I. There are specific “moments of separation” in human history. Our perceptions lead to thoughts that overlook or take offense. I will call these “thought-judgments”.

For example, the Seljuk Turks attack and overcome the city of Jerusalem.

II. Action-based judgments at the moment of the offense.

  • Jews to Seljuks, Jews to all Turks, Jews of Jerusalem towards any outsider.
  • Seljuks to Jerusalem’s Jews, Seljuks to all Jews, Seljuk’s towards all enemies.

III. Future judgments are formed based on memory and perception; bitter root judgments are formed.

  • Transference on a cultural scale.
  • Perpetuation of a past offense.
  • Walking backward into our future.

IV. Parties are held responsible for their actions and judgments in the Lord’s justice.

  • Even righteous anger betrays the victim. Perhaps even more so if the victim is a city, culture, tribe, or nation. Under the dominion of the Lord Jesus Christ, all have been forgiven all, and therefore must seek and practice to forgive all to remain true to His example. (This is not easy, but perhaps impossible apart from His mercy. The decision of the will may be simple, but the maintaining a heart of forgiveness is divine. )
  • This is not an endorsement of living without boundaries, especially personal boundaries. This is not an endorsement to submit to an abuser. Rather, it is a challenge of the rights of a human being to hold another prisoner by the maintenance of an offense.

V. We can representationally acknowledge historical sin before our Lord.

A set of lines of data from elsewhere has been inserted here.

/**
 * What a branch and bound (plan-exhaustive.ts) leaves behind when it stops at its time limit, its
 * node budget or on "stop, keep the best", so that a later search of the same problem continues
 * where it stopped instead of starting over.
 *
 * The pieces the search is cut into (roots split into two-starter pieces, sorted by bound) are
 * the same for the same room, k, constraints and cutting threshold, so a piece is named by its
 * position in that list. A depth-first search leaves little open: every piece after the last one
 * taken, and in each piece a thread was inside, the path it was on (per depth, the position of the
 * child it was exploring among the node's children in their deterministic order: the children
 * before it are decided). With the incumbent and its total, the resumed search visits exactly the
 * nodes the uninterrupted one would have visited after the stop. O(pieces) to build and to read.
 */
import { AbsorbingState } from './dense-state';
import type { PlanContext } from './plan-context';
import type { Root } from './plan-roots';
import type { Incumbent } from './plan-search-types';

/** A piece of the search: a root (or part of one) at its place in the prepared list. */
export interface Piece extends Root {
  readonly index: number;
  /** Resumed pieces: per depth, the position of the first child not yet decided; the last one is started afresh. */
  readonly path?: readonly number[];
  /** Resumed pieces: k-sets already decided inside the piece (counted in the saved `closed`). */
  readonly inside?: number;
}

/** A piece a thread stopped inside. */
export interface OpenPiece {
  readonly index: number;
  readonly path: readonly number[];
  readonly inside: number;
}

/** The saved state of a stopped (or finished) search; plain JSON. */
export interface SearchResume {
  readonly version: 1;
  readonly n: number;
  readonly k: number;
  /** Sorted required and excluded people: a saved search only continues under the same constraints. */
  readonly mustInclude: readonly number[];
  readonly exclude: readonly number[];
  /** Raw total the pieces were cut with (their pruning threshold): the same threshold cuts the same pieces. */
  readonly cutRaw: number;
  /** Number of pieces that cut gave. */
  readonly pieces: number;
  /** k-sets in the whole search space, and those decided so far over all runs. */
  readonly space: number;
  readonly closed: number;
  /** Search nodes visited over all runs, and the number of runs. */
  readonly nodes: number;
  readonly runs: number;
  /** The best set found over all runs (engine indices) and its raw total. */
  readonly best: readonly number[];
  readonly bestRaw: number;
  /** Proven lower bound on the optimum (raw). */
  readonly lowerRaw: number;
  /** Pieces a thread stopped inside, and untouched pieces before `from`, by index. */
  readonly open: readonly OpenPiece[];
  /** Every piece from this index on is still open and untouched. */
  readonly from: number;
}

const sortedIds = (xs: readonly number[]) => [...new Set(xs)].sort((a, b) => a - b);
const sameList = (a: readonly number[], b: readonly number[]) => a.length === b.length && a.every((x, i) => x === b[i]);

/**
 * The saved state when it belongs to this problem and its best set checks out (its total is
 * solved again); otherwise null and a note says the search starts afresh.
 */
export function usableResume(ctx: PlanContext): SearchResume | null {
  const r = ctx.options.resume;
  if (!r) return null;
  const fits =
    r.version === 1 &&
    r.n === ctx.n &&
    r.k === ctx.k &&
    sameList(r.mustInclude, sortedIds(ctx.mustInclude)) &&
    sameList(r.exclude, sortedIds(ctx.exclude)) &&
    r.best.length === ctx.k &&
    r.best.every((p) => Number.isInteger(p) && p >= 0 && p < ctx.n && ctx.allowed[p] === 1) &&
    new Set(r.best).size === ctx.k &&
    r.from <= r.pieces &&
    r.open.every((o) => o.index >= 0 && o.index < r.from);
  if (fits) {
    try {
      const raw = AbsorbingState.fromStarters(ctx.room, [...r.best]).rawTotal;
      if (Math.abs(raw - r.bestRaw) <= 1e-9 * Math.abs(raw)) return r;
    } catch {
      // a singular system: the saved set cannot be this room's
    }
  }
  ctx.notes.push('A saved search did not match this room, budget or constraints: the search started afresh.');
  return null;
}

/** The saved search of ctx.options.resume when it fits, and the better of its best set and `start`. */
export function resumeFrom(ctx: PlanContext, start: Incumbent): { saved: SearchResume | null; incumbent: Incumbent } {
  const saved = usableResume(ctx);
  if (!saved || !(saved.bestRaw < start.rawTotal)) return { saved, incumbent: start };
  return { saved, incumbent: { starters: [...saved.best], rawTotal: saved.bestRaw, scale: start.scale } };
}

/** The pieces still to search: the saved open ones (in list order), then every piece from `from` on. */
export function workList(items: readonly Root[], resume: SearchResume | null): Piece[] {
  if (!resume) return items.map((root, index) => ({ ...root, index }));
  const open = [...resume.open].sort((a, b) => a.index - b.index);
  const out: Piece[] = open.map((o) => ({ ...items[o.index], index: o.index, path: o.path, inside: o.inside }));
  for (let q = resume.from; q < items.length; q++) out.push({ ...items[q], index: q });
  return out;
}

/** k-sets already decided inside the open pieces of a saved state (the resumed search decides them again). */
export function insideOf(resume: SearchResume | null): number {
  return resume ? resume.open.reduce((t, o) => t + o.inside, 0) : 0;
}

export interface FrontierInput {
  readonly work: readonly Piece[];
  /** Positions of `work` from here on were never taken. */
  readonly untakenFrom: number;
  /** The pieces threads stopped inside. */
  readonly partial: readonly OpenPiece[];
  readonly pieces: number;
}

/** The open part after a run: pieces stopped inside, pieces never taken, as (open list, from). */
export function frontier(f: FrontierInput): { open: OpenPiece[]; from: number } {
  const byIndex = new Map<number, OpenPiece>();
  for (let q = f.untakenFrom; q < f.work.length; q++) {
    const w = f.work[q];
    byIndex.set(w.index, { index: w.index, path: w.path ?? [], inside: w.inside ?? 0 });
  }
  for (const p of f.partial) byIndex.set(p.index, p);
  let from = f.pieces;
  while (from > 0) {
    const o = byIndex.get(from - 1);
    if (!o || o.path.length > 0) break;
    from--;
  }
  const open = [...byIndex.values()].filter((o) => o.index < from).sort((a, b) => a.index - b.index);
  return { open, from };
}

export interface SavedBase {
  readonly ctx: PlanContext;
  readonly cutRaw: number;
  readonly pieces: number;
  readonly space: number;
  readonly prior: SearchResume | null;
}

export interface RunTotals {
  /** k-sets decided over all runs (the meter started from the saved count). */
  readonly closed: number;
  /** Nodes of this run. */
  readonly nodes: number;
  readonly best: readonly number[];
  readonly bestRaw: number;
  readonly lowerRaw: number;
}

/** The saved state after a run: its open part, the best set, and counts added to the earlier runs'. */
export function savedSearch(base: SavedBase, run: RunTotals, f: FrontierInput): SearchResume {
  const { open, from } = frontier(f);
  const done = open.length === 0 && from === f.pieces;
  return {
    version: 1,
    n: base.ctx.n,
    k: base.ctx.k,
    mustInclude: sortedIds(base.ctx.mustInclude),
    exclude: sortedIds(base.ctx.exclude),
    cutRaw: base.cutRaw,
    pieces: base.pieces,
    space: base.space,
    closed: run.closed,
    nodes: (base.prior?.nodes ?? 0) + run.nodes,
    runs: (base.prior?.runs ?? 0) + 1,
    best: [...run.best],
    bestRaw: run.bestRaw,
    lowerRaw: done ? run.bestRaw : Math.min(run.bestRaw, Math.max(base.prior?.lowerRaw ?? -Infinity, run.lowerRaw)),
    open,
    from,
  };
}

  • Through Christ we have access to his Omniscience, Omnipotence, and Omnipresence. He is present to all history, the present, and future events. He is within time, and beyond our comprehension of time. He knows all and can guide us to pray representationally, (intercession) for events of history, the present, and the future. He truly has unlimited power to forgive, heal, restore any human condition!
  • His only limitation is self-imposed: He is a gentleman with boundaries. He believes in good and evil, justice and injustice, lightness and darkness, separateness and relationship. Isaiah 5:20 “Woe to those who call evil good and good evil, who put darkness for light and light for darkness, who put bitter for sweet and sweet for bitter.” We can trust in distinctions because he trusts in distinctions. Denial of sin within the context of our relationship with Him or others offends God because it denies our condition of separateness, or that we may have a need to address. Denial allows us to keep our pride, hold a grudge, or maintain anger. To use an old Baptist analogy, “The whole world stands under the Niagara Falls of the Lord’s love. Some have their cups turned up and are filled. Others, though under a deluge of love, can’t seem to keep a drop because their cups are turned upside down.”

VI. Through acknowledgement of historical sins, we set the process of restoration in motion. It is a first step in a process, but is important because it removes the legal grounds of the accusations of the Enemy.

  • We become aware of sin. Often by conscience, or reading or hearing of history.
  • We confess it to the Lord. This is a legal admission of guilt.
  • We pronounce the Lord’s forgiveness of confessed sin. (1 John 1: 8-10)
  • He will guide it through the full process of restoration.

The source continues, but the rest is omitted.